-- Opening Marker --
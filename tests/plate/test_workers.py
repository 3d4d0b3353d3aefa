"""Local workers: a time and a memory limit per well, a lost worker's well retried once, each well committed on arrival.

The misbehaving wells are made by replacing the recording reader with one that hangs,
allocates or dies: the workers are forked from the test process, so they run the
replacement exactly where a broken recording would hang, allocate or crash the reader.
"""

from __future__ import annotations

import os
import signal
import time

import numpy as np
import pytest

import nmrcheck.io
from nmrcheck.errors import ParameterError
from nmrcheck.plate import ResultsStore, read_manifest, run_plate
from nmrcheck.plate.progress import Progress
from nmrcheck.plate.workers import WellLimits, parse_duration, parse_memory

WELLS = ("A1", "A2", "A3", "A4")


def _misbehave_on(monkeypatch, well, action):
    real = nmrcheck.io.read_any

    def reader(path, *args, **kwargs):
        if os.path.basename(str(path).rstrip("/")) == well:
            action(path)
        return real(path, *args, **kwargs)

    monkeypatch.setattr(nmrcheck.io, "read_any", reader)


def _stored(out):
    with ResultsStore(out) as store:
        return store.current(with_trace=False), store.count_history()


def test_a_hanging_well_is_stopped_and_the_plate_goes_on(small_plate, tmp_path, monkeypatch):
    _misbehave_on(monkeypatch, "A2", lambda path: time.sleep(3600))
    manifest = read_manifest(small_plate(WELLS))
    t0 = time.monotonic()
    summary = run_plate(manifest, tmp_path / "out", workers=2, limits=WellLimits(time_s=2.0))
    assert time.monotonic() - t0 < 60
    current, history = _stored(tmp_path / "out")
    assert summary.status == "complete" and history == 4
    assert current["A2"].status == "error"
    assert current["A2"].error.startswith("took longer than 2 s")
    assert all(current[w].status == "done" for w in ("A1", "A3", "A4"))


def test_a_well_asking_for_too_much_memory_is_stopped(small_plate, tmp_path, monkeypatch):
    # 8 GB of float64 against a 2 GB address-space limit.
    _misbehave_on(monkeypatch, "A3", lambda path: np.ones(10**9))
    manifest = read_manifest(small_plate(WELLS))
    run_plate(manifest, tmp_path / "out", workers=1, limits=WellLimits(memory_gb=2.0))
    current, history = _stored(tmp_path / "out")
    assert history == 4
    assert current["A3"].status == "error"
    assert "memory limit" in current["A3"].error and "2 GB" in current["A3"].error
    assert all(current[w].status == "done" for w in ("A1", "A2", "A4"))


def test_a_worker_killed_once_is_replaced_and_its_well_retried(small_plate, tmp_path, monkeypatch):
    marker = tmp_path / "killed-once"

    def die_once(path):
        if not marker.exists():
            marker.write_text("x")
            os.kill(os.getpid(), signal.SIGKILL)

    _misbehave_on(monkeypatch, "A2", die_once)
    manifest = read_manifest(small_plate(WELLS))
    run_plate(manifest, tmp_path / "out", workers=2)
    current, history = _stored(tmp_path / "out")
    assert marker.exists()
    assert history == 4 and all(r.status == "done" for r in current.values())


def test_a_well_that_always_kills_its_worker_is_recorded(small_plate, tmp_path, monkeypatch):
    _misbehave_on(monkeypatch, "A1", lambda path: os.kill(os.getpid(), signal.SIGKILL))
    manifest = read_manifest(small_plate(WELLS))
    run_plate(manifest, tmp_path / "out", workers=2)
    current, history = _stored(tmp_path / "out")
    assert history == 4
    assert current["A1"].status == "error" and "SIGKILL" in current["A1"].error
    assert all(current[w].status == "done" for w in ("A2", "A3", "A4"))


class _CountingProgress(Progress):
    """After each well: how many results another connection already sees in the database."""

    def __init__(self, out):
        self.out = out
        self.seen = []

    def result(self, result, *, done, total):
        with ResultsStore(self.out) as other:
            self.seen.append((done, other.count_history()))


@pytest.mark.parametrize("workers", [1, 2])
def test_each_well_is_committed_as_it_finishes(small_plate, tmp_path, workers):
    manifest = read_manifest(small_plate(WELLS))
    out = tmp_path / "out"
    progress = _CountingProgress(out)
    run_plate(manifest, out, workers=workers, progress=progress)
    assert progress.seen == [(k, k) for k in range(1, 5)]


@pytest.mark.parametrize(
    ("text", "seconds"),
    [("120", 120.0), ("90s", 90.0), ("2min", 120.0), ("2 min", 120.0), ("1.5h", 5400.0), (45, 45.0)],
)
def test_durations(text, seconds):
    assert parse_duration(text) == seconds


@pytest.mark.parametrize(("text", "gb"), [("4", 4.0), ("4GB", 4.0), ("512MB", 0.512), ("16 gb", 16.0)])
def test_memory_amounts(text, gb):
    assert parse_memory(text) == pytest.approx(gb)


@pytest.mark.parametrize("text", ["nan", "inf", "0", "-5s", "2 days", "1e9h", ""])
def test_bad_durations(text):
    with pytest.raises(ParameterError, match="--well-timeout"):
        parse_duration(text)


@pytest.mark.parametrize("text", ["nan", "0.01", "1e6", "4TB", "lots"])
def test_bad_memory_amounts(text):
    with pytest.raises(ParameterError, match="--well-memory"):
        parse_memory(text)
-- Closing Marker --
**TASK ITEM**
Your reply should consist of a single number, the count of lines in the records above that contain the string "args".

**ANSWER**
2